**Stored data**
★ ★ ★

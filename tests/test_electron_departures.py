"""Departures from the electron-count rules get a warning line of their own, with the likely cause and the
nearest formulas that count 18; the usual exceptions do not."""

from __future__ import annotations

import json

import pytest

from enumerator.analyses.centre import CentreAnalysis, check_count, count_electrons
from enumerator.parse.condensed import parse_condensed
from enumerator.rules.ruleset import load_rules
from enumerator.workflow.pipeline import analyse
from tests._cli import cli

RS = load_rules()


def check(formula):
    comp = parse_condensed(formula, RS)
    return check_count(comp, count_electrons(comp), RS)


@pytest.mark.parametrize(
    "formula, ve, nearest, source",
    [
        (
            "[RuCl3(CO)2(PPh3)2]",
            19,
            "[RuCl2(CO)2(PPh3)2]",
            "from memory: [RuCl2(CO)2(PPh3)2] is the known 18-electron Ru(II) dicarbonyl (examples/ruthenium)",
        ),
        ("[Ni(CO)5]", 20, "[Ni(CO)4]", "Crabtree, The Organometallic Chemistry of the Transition Metals, ch. 2"),
        ("[W(CO)2(NMe3)]", 12, "[W(CO)5(NMe3)]", "from memory: W(CO)5(amine) complexes count 18"),
        ("[Fe(CO)4]", 16, "[Fe(CO)5]", "Crabtree, ch. 2: Fe(CO)4 is the 16-electron fragment of Fe(CO)5"),
    ],
)
def test_departures_are_warned_with_the_nearest_18_electron_formula(formula, ve, nearest, source):
    chk = check(formula)
    assert chk.verdict == "departure" and chk.valence_electrons == ve and chk.expected == 18, source
    assert len(chk.warnings) == 1 and chk.warnings[0].startswith(f"{ve} valence electrons"), source
    assert nearest in [s.formula for s in chk.suggestions], source
    assert nearest in chk.warnings[0]


def test_causes_are_named():
    # common practice: an odd count points at a charge or a count, an excess at a typo or a
    # dissociating ligand, a shortfall at a missing ligand
    assert "wrong charge" in check("[RuCl3(CO)2(PPh3)2]").warnings[0]
    assert "[RuCl3(CO)2(PPh3)2]+ (charge 0 -> 1+)" in check("[RuCl3(CO)2(PPh3)2]").warnings[0]
    assert "dissociates" in check("[Ni(CO)5]").warnings[0]
    assert "missing ligand" in check("[W(CO)2(NMe3)]").warnings[0]
    assert "(CO 5 -> 4)" in check("[Ni(CO)5]").warnings[0]


def test_a_linear_nitrosyl_over_18_points_at_the_bent_one():
    # Enemark & Feltham, Coord. Chem. Rev. 13 (1974) 339: {CoNO}8 six-coordinate nitrosyls are bent;
    # written with a linear NO, [Co(NH3)5(NO)]2+ counts 20
    chk = check("[Co(NH3)5(NO)]2+")
    assert chk.verdict == "departure" and chk.valence_electrons == 20
    assert "[Co(NH3)5(NObent)]2+" in [s.formula for s in chk.suggestions]
    assert "bent nitrosyl written as linear NO" in chk.warnings[0]


@pytest.mark.parametrize(
    "formula, ve, verdict, source",
    [
        ("[Cr(CO)6]", 18, "obeyed", "Crabtree, ch. 2"),
        ("[PtCl2(NH3)2]", 16, "usual", "Housecroft & Sharpe: square-planar Pt(II) d8, 16 electrons"),
        ("[IrCl(CO)(PPh3)2]", 16, "usual", "Crabtree, ch. 2: Vaska's complex, 16e Ir(I)"),
        ("[Cp2TiCl2]", 16, "usual", "Crabtree, ch. 2: early-metal d0 complexes below 18"),
        ("[AuCl(PPh3)]", 14, "usual", "from memory: linear two-coordinate Au(I), 14 electrons"),
        ("[Ag(CN)2]-", 14, "usual", "from memory: linear [Ag(CN)2]-, d10, 14 electrons"),
        ("[Cp2Co]", 19, "usual", "Crabtree, metallocenes: cobaltocene 19 electrons (from memory)"),
        ("[Cp2Ni]", 20, "usual", "Crabtree, metallocenes: nickelocene 20 electrons (from memory)"),
        ("[V(CO)6]", 17, "radical", "Housecroft & Sharpe: V(CO)6, a stable 17-electron radical (from memory)"),
        ("[Cr(NH3)6]3+", 15, "not judged", "Crabtree, ch. 2: Werner complexes need not obey the rule"),
        ("[Fe(CN)6]3-", 17, "not judged", "Housecroft & Sharpe: low-spin d5 [Fe(CN)6]3-, 17 electrons"),
    ],
)
def test_usual_counts_are_not_warned(formula, ve, verdict, source):
    chk = check(formula)
    assert (chk.valence_electrons, chk.verdict, chk.warnings) == (ve, verdict, ()), source


def test_a_radical_is_noted_with_its_closed_shell_neighbour():
    # Housecroft & Sharpe (from memory): [V(CO)6] is a 17-electron radical; [V(CO)6]- counts 18
    chk = check("[V(CO)6]")
    assert "radical" in chk.notes[0] and "[V(CO)6]-" in chk.notes[0]


def test_text_output_has_a_warning_line():
    code, out, _ = cli(["isomers", "[Ni(CO)5]"])
    assert code == 0
    lines = out.splitlines()
    k = lines.index("valence electrons: 20 (+2 from 18)")
    assert lines[k + 1].startswith("warning: 20 valence electrons, 2 above 18")
    code, out, _ = cli(["isomers", "[Cr(CO)6]"])
    assert "warning:" not in out and "valence electrons: 18 (18-electron rule obeyed)" in out


def test_json_carries_the_check_and_the_warnings():
    code, out, _ = cli(["isomers", "[RuCl3(CO)2(PPh3)2]", "--json"])
    centre = json.loads(out)["centre"]
    assert code == 0 and centre["count_check"]["verdict"] == "departure"
    assert centre["count_check"]["departure"] == 1
    assert [s["formula"] for s in centre["count_check"]["suggestions"]] == [
        "[RuCl2(CO)2(PPh3)2]",
        "[RuCl3(CO)2(PPh3)2]+",
    ]
    assert len(centre["count_warnings"]) == 1
    assert json.loads(cli(["isomers", "[Cr(CO)6]", "--json"])[1])["centre"]["count_warnings"] == []


def test_every_suggestion_parses_back_and_counts_18():
    for formula in ("[RuCl3(CO)2(PPh3)2]", "[Ni(CO)5]", "[W(CO)2(NMe3)]", "[Fe(CO)4]", "[Co(NH3)5(NO)]2+"):
        for s in check(formula).suggestions:
            assert count_electrons(parse_condensed(s.formula, RS)).valence_electrons == 18, s


def test_the_stage_carries_the_check():
    a = analyse("[Ni(CO)5]").analysis(CentreAnalysis)
    assert a.check is not None and a.warnings == a.check.warnings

★ ★ ★

**Aim of the task**
Pull out each line of the entries that contains "Housecroft".

**Exercise output**
        ("[PtCl2(NH3)2]", 16, "usual", "Housecroft & Sharpe: square-planar Pt(II) d8, 16 electrons"),
        ("[V(CO)6]", 17, "radical", "Housecroft & Sharpe: V(CO)6, a stable 17-electron radical (from memory)"),
        ("[Fe(CN)6]3-", 17, "not judged", "Housecroft & Sharpe: low-spin d5 [Fe(CN)6]3-, 17 electrons"),
    # Housecroft & Sharpe (from memory): [V(CO)6] is a 17-electron radical; [V(CO)6]- counts 18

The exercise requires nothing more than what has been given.